*** Begin section ***

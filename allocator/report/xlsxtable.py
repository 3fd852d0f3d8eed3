"""Fast, injection-proof table sheets for openpyxl workbooks.

openpyxl needs about 20 µs per cell to serialise (no lxml here), so a year of 15-minute
intervals (35,040 rows x 15 columns) would take over ten seconds.  This module lets openpyxl
build everything around a table - header row, styles, column widths, frozen panes,
autofilter, conditional formats - with a single *prototype* data row whose cells carry each
column's style, and then replaces that row in the saved package with the real rows written as
plain SpreadsheetML (ECMA-376 Part 1, §18.3.1.73 ``row``, §18.3.1.4 ``c``): numbers as
``<v>`` with the shortest repr that reads back to the same float, text always as inline
strings (``t="inlineStr"``, §18.3.1.53 ``is``), never as ``<f>`` formulas, so a feeder id such
as ``=HYPERLINK(...)`` stays text whatever it starts with (OWASP, "CSV Injection").

If the prototype row cannot be found in openpyxl's output the table is written cell by cell
with openpyxl instead (slow but equivalent).
"""

from __future__ import annotations

import datetime
import io
import math
import re
import zipfile
from dataclasses import dataclass, field
from typing import Sequence

import numpy as np
import pandas as pd
from openpyxl.cell.cell import ILLEGAL_CHARACTERS_RE
from openpyxl.styles import Alignment, Border, Font, PatternFill, Side
from openpyxl.utils import get_column_letter
from openpyxl.worksheet.worksheet import Worksheet

from .. import vocab
from . import palette

#: Excel's longest cell text
MAX_TEXT = 32767
#: day 0 of Excel's 1900 date system as used by openpyxl (serial 1 = 1900-01-01)
EXCEL_EPOCH = pd.Timestamp("1899-12-30")
KINDS = ("num", "int", "text", "date", "bool")

HEADER_FONT = Font(bold=True)
HEADER_FILL = PatternFill("solid", start_color=palette.FILL_HEADER, end_color=palette.FILL_HEADER)
HEADER_ALIGN = Alignment(wrap_text=True, vertical="top")
HEADER_BORDER = Border(bottom=Side(style="thin", color="808080"))


def clean_text(value: object) -> str:
    """Text as it may go into a cell: characters XML 1.0 forbids removed, at most 32,767."""
    s = ILLEGAL_CHARACTERS_RE.sub("", str(value))
    return s[:MAX_TEXT]


def put_text(ws: Worksheet, row: int, col: int, value: object):
    """Write ``value`` as a text cell - never a formula, whatever it begins with."""
    cell = ws.cell(row=row, column=col)
    cell.value = clean_text(value)
    cell.data_type = "s"  # openpyxl makes "=..." a formula on assignment; force text
    return cell


def put(ws: Worksheet, row: int, col: int, value: object, fmt: str | None = None):
    """Write a number (None/NaN left empty), a boolean as the text yes/no (one way for every
    boolean a person reads: allocator.vocab), a datetime (naive wall-clock time, see
    :mod:`allocator.timefmt`) as a date cell, or anything else as text via
    :func:`put_text`."""
    if isinstance(value, (bool, np.bool_)):
        cell = put_text(ws, row, col, vocab.yes_no(value))
    elif isinstance(value, (pd.Timestamp, np.datetime64, datetime.datetime)):
        ts = pd.Timestamp(value)
        if ts.tzinfo is not None:
            raise ValueError("write local or UTC wall-clock times without a time zone")
        cell = ws.cell(row=row, column=col)
        if not pd.isna(ts):
            cell.value = ts.to_pydatetime()
            cell.number_format = "yyyy-mm-dd hh:mm"
    elif isinstance(value, (int, float, np.integer, np.floating)):
        f = float(value)
        cell = ws.cell(row=row, column=col)
        if math.isfinite(f):
            cell.value = int(value) if isinstance(value, (int, np.integer)) else f
    elif value is None:
        cell = ws.cell(row=row, column=col)
    else:
        cell = put_text(ws, row, col, value)
    if fmt:
        cell.number_format = fmt
    return cell


@dataclass
class Col:
    """One table column: header text, values, kind (num/int/text/date/bool), number format.
    ``bool`` columns are written as the text yes/no (:mod:`allocator.vocab`)."""

    header: str
    values: Sequence
    kind: str = "num"
    fmt: str | None = None
    width: float | None = None

    def __post_init__(self):
        if self.kind not in KINDS:
            raise ValueError(f"unknown column kind {self.kind}")


@dataclass
class Table:
    ws: Worksheet
    cols: list[Col]
    n_rows: int
    fast: bool = True
    fallback_used: bool = field(default=False)

    @property
    def last_col(self) -> str:
        return get_column_letter(len(self.cols))

    def col_letter(self, header: str) -> str:
        for i, c in enumerate(self.cols, 1):
            if c.header == header:
                return get_column_letter(i)
        raise KeyError(header)

    def data_range(self, header: str) -> str:
        L = self.col_letter(header)
        return f"{L}2:{L}{max(self.n_rows + 1, 2)}"


def _width(col: Col) -> float:
    if col.width:
        return col.width
    longest_word = max((len(w) for w in col.header.split()), default=4)
    w = max(len(col.header) * 0.55, longest_word + 1.5)
    if col.kind == "text":
        sample = [len(str(v)) for v in list(col.values[:500]) if v is not None]
        w = max(w, (max(sample) if sample else 0) + 1.5)
    elif col.kind == "date":
        w = max(w, 17.0)
    else:
        w = max(w, 9.0)
    return float(min(max(w, 6.0), 48.0))


def _style_proto(cell, col: Col) -> None:
    if col.fmt:
        cell.number_format = col.fmt
    elif col.kind == "date":
        cell.number_format = "yyyy-mm-dd hh:mm"
    if col.kind in ("text", "bool"):
        # quotePrefix (ECMA-376 §18.8.45 xf): Excel keeps the cell text even when edited
        cell.quotePrefix = True


def table_sheet(wb, title: str, cols: list[Col], freeze: str = "A2",
                autofilter: bool = True) -> Table:
    """Create sheet ``title`` with a styled header and a prototype row; the rows themselves
    are put in by :func:`finish` after ``wb.save``."""
    n = len(cols[0].values) if cols else 0
    for c in cols:
        if len(c.values) != n:
            raise ValueError(f"column {c.header!r} has {len(c.values)} values, expected {n}")
    ws = wb.create_sheet(title)
    for j, c in enumerate(cols, 1):
        h = put_text(ws, 1, j, c.header)
        h.font, h.fill, h.alignment, h.border = HEADER_FONT, HEADER_FILL, HEADER_ALIGN, \
            HEADER_BORDER
        ws.column_dimensions[get_column_letter(j)].width = _width(c)
        proto = ws.cell(row=2, column=j)
        if c.kind in ("text", "bool"):
            put_text(ws, 2, j, "x")
        else:
            proto.value = 0
        _style_proto(proto, c)
    longest = max((len(c.header) / max(_width(c), 1.0) for c in cols), default=1.0)
    ws.row_dimensions[1].height = 15 * max(1, math.ceil(longest)) + 3
    if freeze:
        ws.freeze_panes = freeze
    if autofilter and cols:
        ws.auto_filter.ref = f"A1:{get_column_letter(len(cols))}{max(n + 1, 1)}"
    return Table(ws, cols, n)


# --------------------------------------------------------------------------------------------
# rows as SpreadsheetML
# --------------------------------------------------------------------------------------------
def _xml_escape(s: str) -> str:
    """Element text: & < > escaped; a carriage return as a character reference, since XML
    parsers turn a literal one into a line feed (XML 1.0, §2.11)."""
    s = s.replace("&", "&amp;").replace("<", "&lt;").replace(">", "&gt;")
    return s.replace("\r", "&#13;") if "\r" in s else s


def _cells(col: Col, letter: str, style: str, first: int) -> list[str]:
    n = len(col.values)
    rows = range(first, first + n)
    s_attr = f' s="{style}"' if style else ""
    if col.kind in ("num", "int", "date"):
        if col.kind == "date":
            idx = pd.DatetimeIndex(col.values)
            if idx.tz is not None:
                raise ValueError(f"column {col.header!r}: write local or UTC wall-clock times "
                                 "without a time zone")
            arr = ((idx - EXCEL_EPOCH) / pd.Timedelta(days=1)).to_numpy(dtype=float)
        else:
            try:
                arr = np.asarray(col.values, dtype=float)
            except (TypeError, ValueError):
                arr = np.asarray(pd.to_numeric(pd.Series(list(col.values)), errors="coerce"),
                                 dtype=float)
        ok = np.isfinite(arr).tolist()
        vals = arr.tolist()
        if col.kind == "int":
            return [f'<c r="{letter}{r}"{s_attr}><v>{int(x)}</v></c>' if g else ""
                    for r, x, g in zip(rows, vals, ok)]
        return [f'<c r="{letter}{r}"{s_attr}><v>{x!r}</v></c>' if g else ""
                for r, x, g in zip(rows, vals, ok)]
    values = [vocab.yes_no(v) for v in col.values] if col.kind == "bool" else col.values
    out = []
    for r, v in zip(rows, values):
        if v is None or (isinstance(v, float) and math.isnan(v)):
            out.append("")
            continue
        t = _xml_escape(clean_text(v))
        if not t:
            out.append("")
            continue
        out.append(f'<c r="{letter}{r}"{s_attr} t="inlineStr"><is><t xml:space="preserve">'
                   f'{t}</t></is></c>')
    return out


def rows_xml(cols: list[Col], styles: list[str], first: int = 2) -> str:
    per_col = [_cells(c, get_column_letter(j), styles[j - 1], first)
               for j, c in enumerate(cols, 1)]
    n = len(cols[0].values) if cols else 0
    parts = []
    for k, cells in enumerate(zip(*per_col)):
        parts.append(f'<row r="{first + k}">{"".join(cells)}</row>')
    return "".join(parts) if n else ""


_ROW2 = re.compile(r'<row r="2"[^>]*>(.*?)</row>', re.S)
_CELL = re.compile(r'<c r="([A-Z]+)2"(?: s="(\d+)")?')
_DIM = re.compile(r'<dimension ref="[^"]*"\s*/>')


def _inject(xml: str, table: Table) -> str | None:
    m = _ROW2.search(xml)
    if not m:
        return None
    found = {L: (s or "") for L, s in _CELL.findall(m.group(1))}
    letters = [get_column_letter(j) for j in range(1, len(table.cols) + 1)]
    if set(found) != set(letters):
        return None
    styles = [found[L] for L in letters]
    body = rows_xml(table.cols, styles)
    xml = xml[:m.start()] + body + xml[m.end():]
    last = max(table.n_rows + 1, 1)
    return _DIM.sub(f'<dimension ref="A1:{table.last_col}{last}"/>', xml, count=1)


def _slow_fill(table: Table) -> None:
    ws = table.ws
    for j, c in enumerate(table.cols, 1):
        proto = ws.cell(row=2, column=j)
        fmt = proto.number_format
        vals = list(c.values)
        if c.kind == "date":
            vals = list(pd.DatetimeIndex(c.values).to_pydatetime())
        for k, v in enumerate(vals):
            cell = ws.cell(row=2 + k, column=j)
            if c.kind == "text":
                if v is None or v == "" or (isinstance(v, float) and math.isnan(v)):
                    cell.value = None
                else:
                    put_text(ws, 2 + k, j, v)
                    cell.quotePrefix = True
            elif c.kind == "bool":
                t = vocab.yes_no(v)
                if t:
                    put_text(ws, 2 + k, j, t)
                    cell.quotePrefix = True
                else:
                    cell.value = None
            elif c.kind == "date":
                cell.value = None if pd.isna(v) else v
            else:
                f = float(v) if v is not None else math.nan
                cell.value = (int(f) if c.kind == "int" else f) if math.isfinite(f) else None
            cell.number_format = fmt
        if not vals:
            ws.cell(row=2, column=j).value = None


def save(wb, path, tables: list[Table]) -> None:
    """Save ``wb`` to ``path`` with every table's rows in place."""
    buf = io.BytesIO()
    wb.save(buf)
    # openpyxl assigns each sheet its part name (ws.path) while saving
    parts = {t.ws.path.lstrip("/"): t for t in tables}
    new: dict[str, str] = {}
    with zipfile.ZipFile(io.BytesIO(buf.getvalue())) as zin:
        for name, t in parts.items():
            xml = zin.read(name).decode("utf-8")
            out = _inject(xml, t) if t.fast else None
            if out is None:
                for t2 in tables:
                    t2.fallback_used = True
                break
            new[name] = out
        else:
            with zipfile.ZipFile(path, "w", zipfile.ZIP_DEFLATED, compresslevel=6) as zout:
                for info in zin.infolist():
                    data = new[info.filename].encode("utf-8") if info.filename in new \
                        else zin.read(info.filename)
                    zi = zipfile.ZipInfo(info.filename, date_time=(1980, 1, 1, 0, 0, 0))
                    zi.compress_type = zipfile.ZIP_DEFLATED
                    zi.external_attr = info.external_attr
                    zout.writestr(zi, data)
            return
    for t in tables:  # pragma: no cover - only if openpyxl's output changes shape
        _slow_fill(t)
    wb.save(path)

*** End section ***

WHAT IS EXPECTED: Go line by line through the records and copy those that contain the word "first".

PROBLEM SOLUTION:
def _cells(col: Col, letter: str, style: str, first: int) -> list[str]:
    rows = range(first, first + n)
def rows_xml(cols: list[Col], styles: list[str], first: int = 2) -> str:
    per_col = [_cells(c, get_column_letter(j), styles[j - 1], first)
        parts.append(f'<row r="{first + k}">{"".join(cells)}</row>')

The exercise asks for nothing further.